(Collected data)
────────

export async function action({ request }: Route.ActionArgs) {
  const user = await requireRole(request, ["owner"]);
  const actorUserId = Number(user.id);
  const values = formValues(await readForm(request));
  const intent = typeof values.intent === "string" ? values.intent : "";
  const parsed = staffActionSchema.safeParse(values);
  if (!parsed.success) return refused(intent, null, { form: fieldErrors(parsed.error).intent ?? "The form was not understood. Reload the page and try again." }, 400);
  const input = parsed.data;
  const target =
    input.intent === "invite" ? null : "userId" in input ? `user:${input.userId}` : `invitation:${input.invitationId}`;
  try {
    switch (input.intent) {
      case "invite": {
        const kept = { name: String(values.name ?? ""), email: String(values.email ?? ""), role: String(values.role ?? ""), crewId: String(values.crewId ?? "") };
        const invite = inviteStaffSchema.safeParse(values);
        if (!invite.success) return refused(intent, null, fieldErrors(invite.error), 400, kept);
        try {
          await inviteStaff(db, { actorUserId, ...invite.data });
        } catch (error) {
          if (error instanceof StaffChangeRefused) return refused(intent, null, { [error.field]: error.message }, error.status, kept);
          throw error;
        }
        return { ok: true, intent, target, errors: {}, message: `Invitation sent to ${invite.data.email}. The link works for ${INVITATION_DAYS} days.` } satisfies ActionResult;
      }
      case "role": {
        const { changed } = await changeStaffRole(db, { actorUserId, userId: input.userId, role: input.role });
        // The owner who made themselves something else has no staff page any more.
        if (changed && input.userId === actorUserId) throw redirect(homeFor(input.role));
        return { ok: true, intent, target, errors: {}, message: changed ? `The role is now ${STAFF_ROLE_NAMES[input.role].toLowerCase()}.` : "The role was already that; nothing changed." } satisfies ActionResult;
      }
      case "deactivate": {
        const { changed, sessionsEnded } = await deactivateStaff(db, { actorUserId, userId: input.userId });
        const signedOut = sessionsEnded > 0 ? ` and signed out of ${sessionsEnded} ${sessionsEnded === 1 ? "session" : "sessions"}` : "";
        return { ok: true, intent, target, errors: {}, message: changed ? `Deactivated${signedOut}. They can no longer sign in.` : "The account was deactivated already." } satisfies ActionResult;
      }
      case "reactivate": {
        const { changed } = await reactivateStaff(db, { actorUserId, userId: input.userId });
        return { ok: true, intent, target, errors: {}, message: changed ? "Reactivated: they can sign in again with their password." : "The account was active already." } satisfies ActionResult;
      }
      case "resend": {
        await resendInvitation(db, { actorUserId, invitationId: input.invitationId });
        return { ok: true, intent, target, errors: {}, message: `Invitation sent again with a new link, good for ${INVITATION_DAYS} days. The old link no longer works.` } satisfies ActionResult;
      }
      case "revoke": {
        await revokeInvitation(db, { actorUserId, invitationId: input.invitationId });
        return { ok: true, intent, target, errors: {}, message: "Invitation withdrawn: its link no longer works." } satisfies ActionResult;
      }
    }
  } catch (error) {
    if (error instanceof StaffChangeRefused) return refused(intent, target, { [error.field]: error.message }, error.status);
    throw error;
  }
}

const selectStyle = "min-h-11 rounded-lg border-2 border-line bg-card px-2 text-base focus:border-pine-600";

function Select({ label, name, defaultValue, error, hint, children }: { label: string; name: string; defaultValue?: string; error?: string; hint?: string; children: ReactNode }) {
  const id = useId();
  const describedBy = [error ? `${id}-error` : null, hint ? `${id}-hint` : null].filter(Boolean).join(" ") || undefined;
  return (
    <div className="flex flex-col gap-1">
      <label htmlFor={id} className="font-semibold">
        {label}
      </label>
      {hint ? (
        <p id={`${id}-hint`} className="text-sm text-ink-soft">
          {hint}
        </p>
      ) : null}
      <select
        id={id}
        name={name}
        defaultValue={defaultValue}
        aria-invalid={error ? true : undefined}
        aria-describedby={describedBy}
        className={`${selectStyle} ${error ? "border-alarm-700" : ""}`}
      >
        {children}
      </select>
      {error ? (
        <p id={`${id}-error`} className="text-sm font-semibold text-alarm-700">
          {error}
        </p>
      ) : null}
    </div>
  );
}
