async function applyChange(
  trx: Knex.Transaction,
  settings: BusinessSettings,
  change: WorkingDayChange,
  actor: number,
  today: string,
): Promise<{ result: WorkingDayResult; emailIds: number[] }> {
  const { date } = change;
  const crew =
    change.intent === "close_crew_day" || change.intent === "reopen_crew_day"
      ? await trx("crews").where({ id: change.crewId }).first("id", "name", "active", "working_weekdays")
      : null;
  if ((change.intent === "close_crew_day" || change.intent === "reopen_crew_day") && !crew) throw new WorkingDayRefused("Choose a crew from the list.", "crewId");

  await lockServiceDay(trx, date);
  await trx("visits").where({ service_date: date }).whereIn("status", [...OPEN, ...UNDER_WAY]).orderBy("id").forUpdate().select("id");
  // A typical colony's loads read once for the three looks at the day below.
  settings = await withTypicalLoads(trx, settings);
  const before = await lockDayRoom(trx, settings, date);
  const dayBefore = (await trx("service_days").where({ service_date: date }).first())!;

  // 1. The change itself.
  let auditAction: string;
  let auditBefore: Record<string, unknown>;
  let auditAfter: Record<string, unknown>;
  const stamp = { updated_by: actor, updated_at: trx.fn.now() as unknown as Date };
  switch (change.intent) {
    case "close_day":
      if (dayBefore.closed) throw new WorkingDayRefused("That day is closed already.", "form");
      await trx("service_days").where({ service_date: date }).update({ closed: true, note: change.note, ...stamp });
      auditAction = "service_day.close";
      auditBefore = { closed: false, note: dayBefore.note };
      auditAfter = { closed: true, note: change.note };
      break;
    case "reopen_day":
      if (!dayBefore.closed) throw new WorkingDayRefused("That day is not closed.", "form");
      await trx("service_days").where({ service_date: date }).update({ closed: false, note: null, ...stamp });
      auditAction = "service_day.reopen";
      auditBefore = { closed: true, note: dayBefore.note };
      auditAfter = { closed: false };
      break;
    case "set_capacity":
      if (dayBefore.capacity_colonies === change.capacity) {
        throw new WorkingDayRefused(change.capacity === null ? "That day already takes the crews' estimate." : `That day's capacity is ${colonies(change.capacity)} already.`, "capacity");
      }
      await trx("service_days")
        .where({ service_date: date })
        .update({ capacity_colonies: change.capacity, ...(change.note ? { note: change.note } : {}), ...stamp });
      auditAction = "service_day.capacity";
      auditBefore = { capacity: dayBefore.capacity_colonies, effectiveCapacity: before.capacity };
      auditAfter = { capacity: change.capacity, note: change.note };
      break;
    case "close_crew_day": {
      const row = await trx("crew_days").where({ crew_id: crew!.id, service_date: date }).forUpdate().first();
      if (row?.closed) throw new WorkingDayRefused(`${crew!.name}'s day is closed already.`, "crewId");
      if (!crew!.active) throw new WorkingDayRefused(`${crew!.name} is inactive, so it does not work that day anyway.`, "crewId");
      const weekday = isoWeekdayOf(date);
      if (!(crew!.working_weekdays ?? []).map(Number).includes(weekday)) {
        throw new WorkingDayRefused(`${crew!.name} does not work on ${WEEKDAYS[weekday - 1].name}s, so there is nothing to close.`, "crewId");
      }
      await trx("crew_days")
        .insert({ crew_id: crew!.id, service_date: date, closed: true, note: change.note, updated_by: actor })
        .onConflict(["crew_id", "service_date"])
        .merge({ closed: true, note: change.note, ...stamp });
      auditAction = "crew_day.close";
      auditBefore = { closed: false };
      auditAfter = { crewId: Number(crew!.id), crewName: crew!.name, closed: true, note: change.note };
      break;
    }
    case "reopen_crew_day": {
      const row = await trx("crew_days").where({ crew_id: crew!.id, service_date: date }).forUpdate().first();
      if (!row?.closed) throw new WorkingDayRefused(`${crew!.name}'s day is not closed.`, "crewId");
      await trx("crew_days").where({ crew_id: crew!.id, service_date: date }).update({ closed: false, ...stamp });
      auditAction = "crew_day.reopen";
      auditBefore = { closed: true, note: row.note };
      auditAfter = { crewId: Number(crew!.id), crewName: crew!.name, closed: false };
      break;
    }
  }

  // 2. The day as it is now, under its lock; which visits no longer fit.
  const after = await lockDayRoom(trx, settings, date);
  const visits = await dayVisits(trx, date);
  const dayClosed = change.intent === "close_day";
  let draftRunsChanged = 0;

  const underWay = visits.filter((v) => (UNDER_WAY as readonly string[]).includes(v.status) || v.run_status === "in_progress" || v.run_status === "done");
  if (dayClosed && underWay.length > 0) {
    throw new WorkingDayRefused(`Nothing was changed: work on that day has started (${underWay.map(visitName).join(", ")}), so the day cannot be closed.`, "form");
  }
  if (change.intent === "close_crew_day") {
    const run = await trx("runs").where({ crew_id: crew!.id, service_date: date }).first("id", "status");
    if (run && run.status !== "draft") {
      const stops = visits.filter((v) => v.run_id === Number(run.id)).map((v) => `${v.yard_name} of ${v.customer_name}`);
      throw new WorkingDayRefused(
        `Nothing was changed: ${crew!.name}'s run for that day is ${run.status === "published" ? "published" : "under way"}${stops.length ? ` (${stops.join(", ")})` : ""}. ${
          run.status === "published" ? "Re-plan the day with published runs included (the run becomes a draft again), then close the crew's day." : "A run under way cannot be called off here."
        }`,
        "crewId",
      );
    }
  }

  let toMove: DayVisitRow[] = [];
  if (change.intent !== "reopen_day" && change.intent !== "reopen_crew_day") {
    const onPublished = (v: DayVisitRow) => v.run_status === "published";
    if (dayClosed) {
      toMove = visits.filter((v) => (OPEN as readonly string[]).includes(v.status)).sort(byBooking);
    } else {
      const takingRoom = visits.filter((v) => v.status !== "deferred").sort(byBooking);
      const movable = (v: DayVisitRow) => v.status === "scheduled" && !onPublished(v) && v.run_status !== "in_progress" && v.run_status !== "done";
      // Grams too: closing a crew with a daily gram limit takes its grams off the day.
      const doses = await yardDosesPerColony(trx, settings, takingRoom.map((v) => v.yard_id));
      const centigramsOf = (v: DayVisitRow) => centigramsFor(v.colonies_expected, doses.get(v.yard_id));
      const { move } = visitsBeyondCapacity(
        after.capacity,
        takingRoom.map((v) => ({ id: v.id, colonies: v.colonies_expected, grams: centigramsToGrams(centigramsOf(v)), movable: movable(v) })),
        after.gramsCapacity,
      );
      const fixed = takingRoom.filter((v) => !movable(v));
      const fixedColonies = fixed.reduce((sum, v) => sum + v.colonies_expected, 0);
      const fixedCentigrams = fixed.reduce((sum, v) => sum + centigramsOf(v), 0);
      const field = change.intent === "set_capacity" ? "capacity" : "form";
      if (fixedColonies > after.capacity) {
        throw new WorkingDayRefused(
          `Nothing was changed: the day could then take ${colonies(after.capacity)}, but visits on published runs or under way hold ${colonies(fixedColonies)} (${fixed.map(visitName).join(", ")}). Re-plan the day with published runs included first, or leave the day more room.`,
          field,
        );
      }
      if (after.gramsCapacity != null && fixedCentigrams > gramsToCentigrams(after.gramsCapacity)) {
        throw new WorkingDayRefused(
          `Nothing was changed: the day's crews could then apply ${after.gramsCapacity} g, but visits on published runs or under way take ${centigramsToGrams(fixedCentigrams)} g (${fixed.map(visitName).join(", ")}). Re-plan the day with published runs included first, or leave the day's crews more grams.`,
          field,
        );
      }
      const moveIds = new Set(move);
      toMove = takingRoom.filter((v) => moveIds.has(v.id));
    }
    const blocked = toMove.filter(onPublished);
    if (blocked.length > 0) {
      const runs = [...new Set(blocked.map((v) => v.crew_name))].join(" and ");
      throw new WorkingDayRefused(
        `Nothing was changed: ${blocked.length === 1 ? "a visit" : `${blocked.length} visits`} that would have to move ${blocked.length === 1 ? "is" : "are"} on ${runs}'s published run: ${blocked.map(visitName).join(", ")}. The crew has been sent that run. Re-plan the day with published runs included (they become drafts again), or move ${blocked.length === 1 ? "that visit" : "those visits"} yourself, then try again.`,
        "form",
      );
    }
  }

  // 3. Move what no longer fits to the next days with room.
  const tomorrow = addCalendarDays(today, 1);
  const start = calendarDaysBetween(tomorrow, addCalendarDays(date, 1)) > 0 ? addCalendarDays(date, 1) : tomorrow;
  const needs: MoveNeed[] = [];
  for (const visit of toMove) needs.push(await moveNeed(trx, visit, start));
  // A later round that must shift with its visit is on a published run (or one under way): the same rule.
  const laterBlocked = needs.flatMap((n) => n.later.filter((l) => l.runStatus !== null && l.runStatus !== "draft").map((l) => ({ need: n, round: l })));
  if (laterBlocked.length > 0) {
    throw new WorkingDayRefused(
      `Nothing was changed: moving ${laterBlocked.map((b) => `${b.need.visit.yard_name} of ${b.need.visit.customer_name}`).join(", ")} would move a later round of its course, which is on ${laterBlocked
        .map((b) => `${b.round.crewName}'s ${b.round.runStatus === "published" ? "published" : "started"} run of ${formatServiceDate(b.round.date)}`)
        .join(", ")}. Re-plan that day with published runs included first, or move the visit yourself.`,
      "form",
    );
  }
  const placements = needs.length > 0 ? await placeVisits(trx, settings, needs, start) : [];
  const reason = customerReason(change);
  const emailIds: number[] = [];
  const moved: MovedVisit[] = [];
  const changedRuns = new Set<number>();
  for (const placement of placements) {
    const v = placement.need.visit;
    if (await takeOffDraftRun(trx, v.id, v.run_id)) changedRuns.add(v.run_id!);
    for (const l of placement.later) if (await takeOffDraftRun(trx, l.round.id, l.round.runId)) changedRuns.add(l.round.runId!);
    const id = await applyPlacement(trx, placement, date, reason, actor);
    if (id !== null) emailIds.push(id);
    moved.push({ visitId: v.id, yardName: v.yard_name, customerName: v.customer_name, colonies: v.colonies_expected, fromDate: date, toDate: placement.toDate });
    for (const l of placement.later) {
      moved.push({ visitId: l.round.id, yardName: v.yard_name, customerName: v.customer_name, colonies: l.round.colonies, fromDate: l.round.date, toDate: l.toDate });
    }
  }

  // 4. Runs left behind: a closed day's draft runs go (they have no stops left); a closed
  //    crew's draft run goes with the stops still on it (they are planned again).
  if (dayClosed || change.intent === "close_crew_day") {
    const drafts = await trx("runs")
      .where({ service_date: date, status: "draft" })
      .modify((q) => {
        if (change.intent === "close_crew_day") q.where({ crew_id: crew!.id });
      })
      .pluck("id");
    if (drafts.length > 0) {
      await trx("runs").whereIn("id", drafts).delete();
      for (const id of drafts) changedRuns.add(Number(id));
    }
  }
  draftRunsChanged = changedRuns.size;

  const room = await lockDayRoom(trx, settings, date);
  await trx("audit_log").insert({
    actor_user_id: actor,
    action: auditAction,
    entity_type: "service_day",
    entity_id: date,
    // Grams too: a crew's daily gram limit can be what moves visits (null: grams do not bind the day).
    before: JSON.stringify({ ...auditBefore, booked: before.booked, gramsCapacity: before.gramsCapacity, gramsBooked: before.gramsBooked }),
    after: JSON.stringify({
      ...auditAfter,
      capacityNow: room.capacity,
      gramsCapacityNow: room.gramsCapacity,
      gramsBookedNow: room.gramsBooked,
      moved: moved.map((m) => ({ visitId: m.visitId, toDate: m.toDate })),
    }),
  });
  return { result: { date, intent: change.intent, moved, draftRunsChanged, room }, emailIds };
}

────────

INSTRUCTIONS FOR THE TASK: Transcribe exactly, and only, the lines from the opening line of the records through the line containing "const parsed = staffActionSchema.safeParse(values);".

RESULT OF THE TASK:
export async function action({ request }: Route.ActionArgs) {
  const user = await requireRole(request, ["owner"]);
  const actorUserId = Number(user.id);
  const values = formValues(await readForm(request));
  const intent = typeof values.intent === "string" ? values.intent : "";
  const parsed = staffActionSchema.safeParse(values);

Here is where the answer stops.